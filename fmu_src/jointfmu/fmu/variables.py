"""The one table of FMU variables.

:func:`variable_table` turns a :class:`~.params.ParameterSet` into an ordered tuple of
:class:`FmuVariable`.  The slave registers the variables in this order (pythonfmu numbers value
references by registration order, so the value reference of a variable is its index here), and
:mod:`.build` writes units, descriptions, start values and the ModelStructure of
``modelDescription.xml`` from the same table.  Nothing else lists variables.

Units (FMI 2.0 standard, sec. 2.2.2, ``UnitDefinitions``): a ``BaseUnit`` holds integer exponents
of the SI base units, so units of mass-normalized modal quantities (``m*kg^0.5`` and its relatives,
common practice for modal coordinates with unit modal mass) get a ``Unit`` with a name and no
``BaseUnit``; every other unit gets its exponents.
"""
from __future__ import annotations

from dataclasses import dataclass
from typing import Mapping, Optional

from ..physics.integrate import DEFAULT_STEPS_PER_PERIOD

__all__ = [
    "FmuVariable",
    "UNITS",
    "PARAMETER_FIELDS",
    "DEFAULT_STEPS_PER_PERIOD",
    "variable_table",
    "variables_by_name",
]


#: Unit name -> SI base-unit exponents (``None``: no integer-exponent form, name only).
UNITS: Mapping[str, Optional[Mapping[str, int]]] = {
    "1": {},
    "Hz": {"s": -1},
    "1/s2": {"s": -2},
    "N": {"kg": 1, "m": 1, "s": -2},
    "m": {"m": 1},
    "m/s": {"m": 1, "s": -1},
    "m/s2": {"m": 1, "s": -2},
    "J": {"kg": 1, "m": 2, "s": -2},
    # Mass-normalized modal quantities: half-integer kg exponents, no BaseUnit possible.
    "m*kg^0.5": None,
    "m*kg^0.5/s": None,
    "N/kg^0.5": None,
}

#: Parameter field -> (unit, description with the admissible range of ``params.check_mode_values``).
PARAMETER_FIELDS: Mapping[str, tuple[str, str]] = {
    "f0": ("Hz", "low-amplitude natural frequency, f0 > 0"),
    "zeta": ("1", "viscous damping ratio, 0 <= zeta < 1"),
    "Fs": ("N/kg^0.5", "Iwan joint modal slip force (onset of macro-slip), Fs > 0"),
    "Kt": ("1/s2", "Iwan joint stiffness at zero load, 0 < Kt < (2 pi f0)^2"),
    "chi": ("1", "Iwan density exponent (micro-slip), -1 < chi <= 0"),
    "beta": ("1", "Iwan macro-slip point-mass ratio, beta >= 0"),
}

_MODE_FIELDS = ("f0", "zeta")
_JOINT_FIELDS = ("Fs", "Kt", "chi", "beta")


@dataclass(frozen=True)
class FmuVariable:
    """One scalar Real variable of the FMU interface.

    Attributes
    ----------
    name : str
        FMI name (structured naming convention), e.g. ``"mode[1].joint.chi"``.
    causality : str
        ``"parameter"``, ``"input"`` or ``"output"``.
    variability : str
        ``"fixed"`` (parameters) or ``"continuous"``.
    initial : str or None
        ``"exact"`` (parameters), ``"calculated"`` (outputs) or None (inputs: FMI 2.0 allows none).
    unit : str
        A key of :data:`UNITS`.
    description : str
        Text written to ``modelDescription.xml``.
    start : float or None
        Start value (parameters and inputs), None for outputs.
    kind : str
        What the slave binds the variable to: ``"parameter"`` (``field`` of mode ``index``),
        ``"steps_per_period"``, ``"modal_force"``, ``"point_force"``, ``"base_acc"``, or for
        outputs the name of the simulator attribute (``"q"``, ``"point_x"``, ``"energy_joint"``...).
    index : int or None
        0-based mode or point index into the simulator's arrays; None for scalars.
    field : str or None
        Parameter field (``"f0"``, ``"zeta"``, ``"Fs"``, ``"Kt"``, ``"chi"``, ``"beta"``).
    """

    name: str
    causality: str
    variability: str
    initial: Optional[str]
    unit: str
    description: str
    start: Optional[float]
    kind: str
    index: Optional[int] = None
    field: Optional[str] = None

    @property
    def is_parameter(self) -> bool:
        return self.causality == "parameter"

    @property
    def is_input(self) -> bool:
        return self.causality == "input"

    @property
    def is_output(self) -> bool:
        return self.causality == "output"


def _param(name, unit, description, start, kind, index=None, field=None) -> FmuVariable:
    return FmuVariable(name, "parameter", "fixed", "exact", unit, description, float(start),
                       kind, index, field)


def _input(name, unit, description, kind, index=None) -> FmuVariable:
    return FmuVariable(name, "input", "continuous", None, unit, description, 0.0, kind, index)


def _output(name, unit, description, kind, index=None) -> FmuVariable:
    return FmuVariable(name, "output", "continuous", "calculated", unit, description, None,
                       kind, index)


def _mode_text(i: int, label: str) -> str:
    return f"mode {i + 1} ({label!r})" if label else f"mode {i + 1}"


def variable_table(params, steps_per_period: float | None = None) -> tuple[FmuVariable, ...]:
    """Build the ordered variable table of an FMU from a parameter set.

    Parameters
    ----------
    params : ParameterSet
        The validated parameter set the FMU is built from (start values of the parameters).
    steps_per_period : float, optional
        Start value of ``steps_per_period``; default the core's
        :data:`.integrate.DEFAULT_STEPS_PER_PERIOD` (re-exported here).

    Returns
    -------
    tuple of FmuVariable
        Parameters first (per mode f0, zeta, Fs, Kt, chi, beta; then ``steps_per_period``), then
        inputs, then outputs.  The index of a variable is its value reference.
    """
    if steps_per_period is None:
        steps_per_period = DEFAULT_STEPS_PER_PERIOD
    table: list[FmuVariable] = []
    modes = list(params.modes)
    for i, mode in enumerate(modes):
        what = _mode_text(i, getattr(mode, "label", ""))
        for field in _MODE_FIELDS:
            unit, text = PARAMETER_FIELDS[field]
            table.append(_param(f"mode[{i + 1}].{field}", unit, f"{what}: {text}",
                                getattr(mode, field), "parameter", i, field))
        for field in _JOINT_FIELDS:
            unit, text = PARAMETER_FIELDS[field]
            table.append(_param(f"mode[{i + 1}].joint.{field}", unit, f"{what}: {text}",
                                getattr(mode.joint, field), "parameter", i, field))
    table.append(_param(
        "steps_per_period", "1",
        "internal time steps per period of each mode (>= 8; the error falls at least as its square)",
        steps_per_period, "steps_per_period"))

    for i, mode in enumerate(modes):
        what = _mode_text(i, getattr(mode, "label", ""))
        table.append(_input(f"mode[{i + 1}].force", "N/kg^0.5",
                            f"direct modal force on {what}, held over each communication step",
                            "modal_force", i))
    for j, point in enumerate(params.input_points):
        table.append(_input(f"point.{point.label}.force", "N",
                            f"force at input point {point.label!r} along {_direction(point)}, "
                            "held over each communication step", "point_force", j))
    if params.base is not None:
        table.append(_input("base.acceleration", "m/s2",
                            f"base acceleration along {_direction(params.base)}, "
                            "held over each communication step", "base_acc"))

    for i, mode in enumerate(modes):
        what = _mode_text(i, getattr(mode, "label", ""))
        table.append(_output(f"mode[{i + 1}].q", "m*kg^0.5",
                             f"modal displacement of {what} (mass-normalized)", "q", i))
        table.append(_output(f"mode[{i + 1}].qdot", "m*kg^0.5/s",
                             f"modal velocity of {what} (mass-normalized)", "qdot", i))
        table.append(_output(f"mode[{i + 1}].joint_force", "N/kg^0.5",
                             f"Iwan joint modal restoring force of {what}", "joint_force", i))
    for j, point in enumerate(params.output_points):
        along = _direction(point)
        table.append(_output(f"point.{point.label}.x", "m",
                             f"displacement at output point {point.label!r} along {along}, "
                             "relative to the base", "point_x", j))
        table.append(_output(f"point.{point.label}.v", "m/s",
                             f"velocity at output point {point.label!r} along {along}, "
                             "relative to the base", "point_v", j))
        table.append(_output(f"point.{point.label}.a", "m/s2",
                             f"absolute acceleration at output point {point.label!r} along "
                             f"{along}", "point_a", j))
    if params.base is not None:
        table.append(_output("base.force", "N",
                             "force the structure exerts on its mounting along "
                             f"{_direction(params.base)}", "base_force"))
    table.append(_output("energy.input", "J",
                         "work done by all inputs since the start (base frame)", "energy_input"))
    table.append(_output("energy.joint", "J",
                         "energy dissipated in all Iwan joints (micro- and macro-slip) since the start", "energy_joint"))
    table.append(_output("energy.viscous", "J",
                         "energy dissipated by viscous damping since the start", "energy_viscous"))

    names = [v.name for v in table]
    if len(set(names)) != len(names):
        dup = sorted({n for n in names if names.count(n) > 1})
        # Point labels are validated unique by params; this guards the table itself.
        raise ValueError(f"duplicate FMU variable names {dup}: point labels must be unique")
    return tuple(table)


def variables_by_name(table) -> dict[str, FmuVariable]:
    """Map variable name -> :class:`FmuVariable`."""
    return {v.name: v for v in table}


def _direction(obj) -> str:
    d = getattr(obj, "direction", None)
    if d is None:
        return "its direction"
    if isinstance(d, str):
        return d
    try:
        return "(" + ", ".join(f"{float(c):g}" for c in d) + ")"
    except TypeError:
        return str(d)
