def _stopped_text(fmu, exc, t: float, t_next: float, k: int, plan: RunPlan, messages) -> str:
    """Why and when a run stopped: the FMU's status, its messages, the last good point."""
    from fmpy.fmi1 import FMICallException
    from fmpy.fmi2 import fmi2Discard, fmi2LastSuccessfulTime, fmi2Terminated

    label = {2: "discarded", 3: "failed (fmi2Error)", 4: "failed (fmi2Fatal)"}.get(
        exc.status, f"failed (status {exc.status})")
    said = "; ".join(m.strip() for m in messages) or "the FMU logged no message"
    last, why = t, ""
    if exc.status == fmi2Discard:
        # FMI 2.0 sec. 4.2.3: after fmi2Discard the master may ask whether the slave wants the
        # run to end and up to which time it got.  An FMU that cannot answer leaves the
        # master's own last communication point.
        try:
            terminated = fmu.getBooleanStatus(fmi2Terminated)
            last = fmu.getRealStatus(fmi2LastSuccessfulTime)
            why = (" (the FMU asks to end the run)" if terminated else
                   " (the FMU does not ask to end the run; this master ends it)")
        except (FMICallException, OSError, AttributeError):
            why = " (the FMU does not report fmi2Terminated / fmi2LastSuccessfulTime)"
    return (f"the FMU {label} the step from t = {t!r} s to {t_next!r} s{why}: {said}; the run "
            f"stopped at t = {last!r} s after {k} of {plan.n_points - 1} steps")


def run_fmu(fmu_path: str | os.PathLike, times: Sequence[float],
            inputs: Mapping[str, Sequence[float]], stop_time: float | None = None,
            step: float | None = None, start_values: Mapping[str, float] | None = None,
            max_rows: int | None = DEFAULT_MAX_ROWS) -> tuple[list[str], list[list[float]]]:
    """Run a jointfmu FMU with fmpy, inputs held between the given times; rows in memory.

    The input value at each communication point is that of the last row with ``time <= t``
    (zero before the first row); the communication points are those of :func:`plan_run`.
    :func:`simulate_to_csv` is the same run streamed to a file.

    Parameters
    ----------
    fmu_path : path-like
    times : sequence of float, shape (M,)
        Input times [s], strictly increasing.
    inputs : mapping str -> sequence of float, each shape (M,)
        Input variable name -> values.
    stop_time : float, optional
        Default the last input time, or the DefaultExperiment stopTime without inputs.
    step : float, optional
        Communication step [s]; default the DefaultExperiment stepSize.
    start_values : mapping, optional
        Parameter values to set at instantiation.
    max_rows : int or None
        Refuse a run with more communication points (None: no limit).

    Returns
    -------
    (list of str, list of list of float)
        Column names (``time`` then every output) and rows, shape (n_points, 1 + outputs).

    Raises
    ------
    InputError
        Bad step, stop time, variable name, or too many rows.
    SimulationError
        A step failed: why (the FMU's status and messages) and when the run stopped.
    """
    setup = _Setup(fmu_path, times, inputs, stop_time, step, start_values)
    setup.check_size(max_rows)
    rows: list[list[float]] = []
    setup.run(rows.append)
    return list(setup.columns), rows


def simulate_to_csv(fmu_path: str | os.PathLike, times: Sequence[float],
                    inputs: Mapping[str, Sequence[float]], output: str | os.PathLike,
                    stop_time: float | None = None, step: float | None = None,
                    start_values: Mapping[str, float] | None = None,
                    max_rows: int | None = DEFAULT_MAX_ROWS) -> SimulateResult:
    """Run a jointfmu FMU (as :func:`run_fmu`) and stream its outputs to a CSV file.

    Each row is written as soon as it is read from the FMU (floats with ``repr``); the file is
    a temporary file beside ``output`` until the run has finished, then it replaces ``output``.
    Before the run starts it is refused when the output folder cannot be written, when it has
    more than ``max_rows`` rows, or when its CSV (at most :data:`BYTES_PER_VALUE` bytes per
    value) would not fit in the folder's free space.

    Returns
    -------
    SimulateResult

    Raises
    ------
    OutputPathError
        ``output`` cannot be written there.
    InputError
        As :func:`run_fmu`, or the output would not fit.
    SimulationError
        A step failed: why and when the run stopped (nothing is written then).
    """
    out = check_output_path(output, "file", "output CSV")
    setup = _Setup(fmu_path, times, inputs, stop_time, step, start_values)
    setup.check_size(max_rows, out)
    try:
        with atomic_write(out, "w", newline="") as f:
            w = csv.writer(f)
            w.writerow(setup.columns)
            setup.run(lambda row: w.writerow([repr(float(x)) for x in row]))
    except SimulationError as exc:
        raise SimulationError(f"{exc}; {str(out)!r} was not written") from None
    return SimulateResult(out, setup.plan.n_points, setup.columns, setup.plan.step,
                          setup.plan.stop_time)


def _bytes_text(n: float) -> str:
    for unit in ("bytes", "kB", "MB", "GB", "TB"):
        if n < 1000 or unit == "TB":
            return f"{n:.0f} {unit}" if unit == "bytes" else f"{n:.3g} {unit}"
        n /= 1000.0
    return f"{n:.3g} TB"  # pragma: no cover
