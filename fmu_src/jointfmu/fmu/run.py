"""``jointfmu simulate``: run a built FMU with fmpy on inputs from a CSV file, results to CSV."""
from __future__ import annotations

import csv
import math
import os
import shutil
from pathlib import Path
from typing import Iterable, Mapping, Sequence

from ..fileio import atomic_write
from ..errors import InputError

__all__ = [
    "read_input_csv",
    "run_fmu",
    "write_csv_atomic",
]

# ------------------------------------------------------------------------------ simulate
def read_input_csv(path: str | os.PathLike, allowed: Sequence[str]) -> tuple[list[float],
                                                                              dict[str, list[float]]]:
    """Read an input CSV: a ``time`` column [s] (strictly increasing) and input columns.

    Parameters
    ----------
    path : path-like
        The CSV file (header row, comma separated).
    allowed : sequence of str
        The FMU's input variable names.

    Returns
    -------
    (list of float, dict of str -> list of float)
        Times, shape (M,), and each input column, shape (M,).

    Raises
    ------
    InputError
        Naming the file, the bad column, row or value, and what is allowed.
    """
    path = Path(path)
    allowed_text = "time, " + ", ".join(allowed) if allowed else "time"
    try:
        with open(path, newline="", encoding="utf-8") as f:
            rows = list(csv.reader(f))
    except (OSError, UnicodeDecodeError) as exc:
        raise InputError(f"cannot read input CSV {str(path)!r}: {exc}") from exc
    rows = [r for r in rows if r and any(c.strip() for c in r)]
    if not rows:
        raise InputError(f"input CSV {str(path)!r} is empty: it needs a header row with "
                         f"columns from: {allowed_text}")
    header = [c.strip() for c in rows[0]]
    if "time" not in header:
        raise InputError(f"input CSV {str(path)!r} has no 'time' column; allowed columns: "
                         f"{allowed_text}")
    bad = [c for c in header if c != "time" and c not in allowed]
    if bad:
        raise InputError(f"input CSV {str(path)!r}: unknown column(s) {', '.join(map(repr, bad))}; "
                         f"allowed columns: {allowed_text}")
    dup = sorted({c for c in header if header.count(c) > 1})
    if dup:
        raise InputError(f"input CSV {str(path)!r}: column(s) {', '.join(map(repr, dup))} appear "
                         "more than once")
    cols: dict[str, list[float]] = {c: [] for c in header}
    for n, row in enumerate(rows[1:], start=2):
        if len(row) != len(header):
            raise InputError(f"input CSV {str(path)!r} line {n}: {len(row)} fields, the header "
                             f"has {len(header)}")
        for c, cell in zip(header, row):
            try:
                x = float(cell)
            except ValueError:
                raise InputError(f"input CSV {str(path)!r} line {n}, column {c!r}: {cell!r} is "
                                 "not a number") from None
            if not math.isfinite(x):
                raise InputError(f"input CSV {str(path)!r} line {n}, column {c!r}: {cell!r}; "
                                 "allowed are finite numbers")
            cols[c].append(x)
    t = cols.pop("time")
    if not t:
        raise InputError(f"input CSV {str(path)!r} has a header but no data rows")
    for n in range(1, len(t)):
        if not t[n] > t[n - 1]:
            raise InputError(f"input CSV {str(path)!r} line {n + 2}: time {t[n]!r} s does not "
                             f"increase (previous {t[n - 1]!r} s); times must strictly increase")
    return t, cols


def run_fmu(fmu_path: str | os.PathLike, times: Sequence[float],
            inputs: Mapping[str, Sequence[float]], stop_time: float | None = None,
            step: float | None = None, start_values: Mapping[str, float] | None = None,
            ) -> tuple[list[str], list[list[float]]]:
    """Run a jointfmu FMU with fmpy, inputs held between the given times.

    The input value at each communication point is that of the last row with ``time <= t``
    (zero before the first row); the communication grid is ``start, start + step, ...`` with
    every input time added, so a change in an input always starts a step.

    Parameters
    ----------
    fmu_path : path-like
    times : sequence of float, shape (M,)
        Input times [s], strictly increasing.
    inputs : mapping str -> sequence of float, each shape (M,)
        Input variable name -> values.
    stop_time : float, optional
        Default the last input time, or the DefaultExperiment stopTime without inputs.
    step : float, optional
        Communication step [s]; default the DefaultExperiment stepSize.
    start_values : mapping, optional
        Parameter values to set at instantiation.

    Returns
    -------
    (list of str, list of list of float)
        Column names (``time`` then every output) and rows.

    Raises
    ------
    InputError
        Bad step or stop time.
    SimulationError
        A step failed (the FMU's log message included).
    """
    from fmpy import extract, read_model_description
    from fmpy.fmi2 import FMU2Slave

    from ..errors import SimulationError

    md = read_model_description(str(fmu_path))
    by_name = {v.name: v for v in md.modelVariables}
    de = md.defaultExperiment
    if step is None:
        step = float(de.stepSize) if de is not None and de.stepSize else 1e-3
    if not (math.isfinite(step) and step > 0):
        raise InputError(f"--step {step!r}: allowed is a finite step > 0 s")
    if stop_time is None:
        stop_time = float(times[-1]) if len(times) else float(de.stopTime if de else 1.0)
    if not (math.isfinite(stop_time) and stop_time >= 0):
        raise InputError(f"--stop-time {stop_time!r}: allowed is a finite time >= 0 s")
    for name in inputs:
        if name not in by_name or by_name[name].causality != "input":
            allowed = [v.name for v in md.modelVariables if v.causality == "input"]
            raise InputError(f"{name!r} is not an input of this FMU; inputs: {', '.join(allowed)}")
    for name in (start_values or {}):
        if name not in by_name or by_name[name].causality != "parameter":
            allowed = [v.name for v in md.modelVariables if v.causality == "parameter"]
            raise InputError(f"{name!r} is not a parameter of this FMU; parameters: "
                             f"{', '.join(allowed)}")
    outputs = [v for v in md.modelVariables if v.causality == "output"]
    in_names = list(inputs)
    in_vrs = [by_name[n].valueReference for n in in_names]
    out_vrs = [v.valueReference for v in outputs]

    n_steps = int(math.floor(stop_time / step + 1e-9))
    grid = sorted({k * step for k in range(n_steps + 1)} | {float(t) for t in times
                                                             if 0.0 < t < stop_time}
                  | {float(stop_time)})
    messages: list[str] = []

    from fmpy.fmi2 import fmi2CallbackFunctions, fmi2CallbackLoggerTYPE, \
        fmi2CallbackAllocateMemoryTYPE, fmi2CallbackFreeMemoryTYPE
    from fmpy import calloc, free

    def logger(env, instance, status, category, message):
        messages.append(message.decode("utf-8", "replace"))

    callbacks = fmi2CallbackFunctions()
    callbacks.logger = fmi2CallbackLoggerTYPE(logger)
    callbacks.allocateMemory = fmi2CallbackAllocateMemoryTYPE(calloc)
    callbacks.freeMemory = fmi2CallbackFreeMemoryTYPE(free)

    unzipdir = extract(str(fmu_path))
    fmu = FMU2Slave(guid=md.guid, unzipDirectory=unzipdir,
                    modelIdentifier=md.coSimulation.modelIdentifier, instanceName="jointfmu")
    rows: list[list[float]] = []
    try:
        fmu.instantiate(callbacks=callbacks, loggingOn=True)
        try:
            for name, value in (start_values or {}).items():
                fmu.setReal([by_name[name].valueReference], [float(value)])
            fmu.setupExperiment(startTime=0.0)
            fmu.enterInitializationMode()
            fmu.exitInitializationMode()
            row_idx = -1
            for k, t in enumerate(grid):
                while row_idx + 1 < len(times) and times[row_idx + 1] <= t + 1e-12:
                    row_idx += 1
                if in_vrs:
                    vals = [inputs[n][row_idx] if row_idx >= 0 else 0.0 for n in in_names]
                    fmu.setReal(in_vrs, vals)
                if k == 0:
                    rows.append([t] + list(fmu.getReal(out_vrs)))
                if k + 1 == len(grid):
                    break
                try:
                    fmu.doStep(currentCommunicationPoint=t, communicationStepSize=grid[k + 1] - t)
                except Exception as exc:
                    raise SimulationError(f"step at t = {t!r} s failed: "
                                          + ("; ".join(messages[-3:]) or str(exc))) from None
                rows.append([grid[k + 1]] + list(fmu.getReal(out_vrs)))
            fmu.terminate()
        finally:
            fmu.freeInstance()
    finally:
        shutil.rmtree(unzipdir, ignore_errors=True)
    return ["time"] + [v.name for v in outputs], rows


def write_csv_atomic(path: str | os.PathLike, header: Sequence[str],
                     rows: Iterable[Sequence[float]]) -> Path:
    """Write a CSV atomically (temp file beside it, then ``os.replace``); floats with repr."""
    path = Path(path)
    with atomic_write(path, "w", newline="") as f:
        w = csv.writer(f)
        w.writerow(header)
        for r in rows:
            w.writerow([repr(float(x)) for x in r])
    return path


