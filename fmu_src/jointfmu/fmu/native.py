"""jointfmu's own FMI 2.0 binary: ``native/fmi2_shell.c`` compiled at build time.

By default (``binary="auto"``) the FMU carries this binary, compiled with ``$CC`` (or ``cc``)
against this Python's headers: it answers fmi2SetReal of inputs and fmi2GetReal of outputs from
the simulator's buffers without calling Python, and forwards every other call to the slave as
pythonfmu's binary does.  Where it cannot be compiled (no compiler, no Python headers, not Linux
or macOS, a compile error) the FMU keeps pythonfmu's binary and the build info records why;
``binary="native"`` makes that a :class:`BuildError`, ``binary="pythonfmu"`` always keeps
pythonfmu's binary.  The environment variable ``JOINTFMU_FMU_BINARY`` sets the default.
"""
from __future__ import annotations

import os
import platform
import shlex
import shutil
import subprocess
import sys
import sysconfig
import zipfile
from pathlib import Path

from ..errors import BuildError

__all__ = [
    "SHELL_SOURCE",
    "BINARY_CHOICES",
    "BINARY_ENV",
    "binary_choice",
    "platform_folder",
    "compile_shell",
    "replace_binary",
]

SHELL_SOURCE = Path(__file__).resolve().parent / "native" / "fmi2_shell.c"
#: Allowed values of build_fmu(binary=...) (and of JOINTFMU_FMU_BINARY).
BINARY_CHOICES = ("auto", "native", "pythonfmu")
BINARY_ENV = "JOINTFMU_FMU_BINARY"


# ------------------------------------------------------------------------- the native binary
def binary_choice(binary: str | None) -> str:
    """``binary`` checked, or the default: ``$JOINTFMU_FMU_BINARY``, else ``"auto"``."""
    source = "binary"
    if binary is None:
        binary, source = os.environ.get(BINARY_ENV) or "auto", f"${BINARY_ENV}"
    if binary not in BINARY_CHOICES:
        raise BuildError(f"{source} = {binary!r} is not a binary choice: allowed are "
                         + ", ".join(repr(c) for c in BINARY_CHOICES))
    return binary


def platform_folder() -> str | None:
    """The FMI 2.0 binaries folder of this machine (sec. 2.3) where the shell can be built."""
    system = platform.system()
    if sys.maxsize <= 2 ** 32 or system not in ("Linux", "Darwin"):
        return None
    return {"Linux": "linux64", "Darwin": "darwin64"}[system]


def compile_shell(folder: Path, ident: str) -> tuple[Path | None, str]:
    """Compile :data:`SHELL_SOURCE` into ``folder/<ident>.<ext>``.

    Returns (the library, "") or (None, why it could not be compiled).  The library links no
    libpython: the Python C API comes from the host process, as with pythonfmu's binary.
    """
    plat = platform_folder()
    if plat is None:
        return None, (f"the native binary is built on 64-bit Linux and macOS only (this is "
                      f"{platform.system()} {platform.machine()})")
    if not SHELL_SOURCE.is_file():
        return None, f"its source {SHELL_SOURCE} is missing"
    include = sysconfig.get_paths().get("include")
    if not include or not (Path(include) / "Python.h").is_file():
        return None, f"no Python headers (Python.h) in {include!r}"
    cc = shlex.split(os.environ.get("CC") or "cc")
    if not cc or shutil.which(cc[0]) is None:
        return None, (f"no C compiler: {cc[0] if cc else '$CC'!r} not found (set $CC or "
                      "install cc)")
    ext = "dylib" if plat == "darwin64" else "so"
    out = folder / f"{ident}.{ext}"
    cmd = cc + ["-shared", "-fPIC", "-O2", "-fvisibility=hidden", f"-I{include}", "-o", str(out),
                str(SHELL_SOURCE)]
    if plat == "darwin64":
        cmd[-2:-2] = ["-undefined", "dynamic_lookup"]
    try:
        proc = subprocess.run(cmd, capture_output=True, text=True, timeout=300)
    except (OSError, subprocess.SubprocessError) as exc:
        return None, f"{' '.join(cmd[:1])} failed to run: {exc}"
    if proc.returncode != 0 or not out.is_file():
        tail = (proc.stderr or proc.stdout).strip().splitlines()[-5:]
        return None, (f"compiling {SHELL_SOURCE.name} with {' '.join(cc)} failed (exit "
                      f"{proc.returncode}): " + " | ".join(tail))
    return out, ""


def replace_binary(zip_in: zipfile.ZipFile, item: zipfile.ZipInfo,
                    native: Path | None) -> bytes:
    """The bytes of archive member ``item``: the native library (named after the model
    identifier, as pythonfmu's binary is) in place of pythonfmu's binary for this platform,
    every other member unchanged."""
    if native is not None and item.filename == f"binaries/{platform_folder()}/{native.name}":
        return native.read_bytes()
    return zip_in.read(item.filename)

(What to do): Every line from the top of the material above through the line holding "Units (FMI 2.0" should be reproduced word for word, and nothing beyond it.

(Answer to this exercise):
filename fmu_src/jointfmu/fmu/variables.py
"""The one table of FMU variables.

:func:`variable_table` turns a :class:`~.params.ParameterSet` into an ordered tuple of
:class:`FmuVariable`.  The slave registers the variables in this order (pythonfmu numbers value
references by registration order, so the value reference of a variable is its index here), and
:mod:`.build` writes units, descriptions, start values and the ModelStructure of
``modelDescription.xml`` from the same table.  Nothing else lists variables.

Units (FMI 2.0 standard, sec. 2.2.2, ``UnitDefinitions``): a ``BaseUnit`` holds integer exponents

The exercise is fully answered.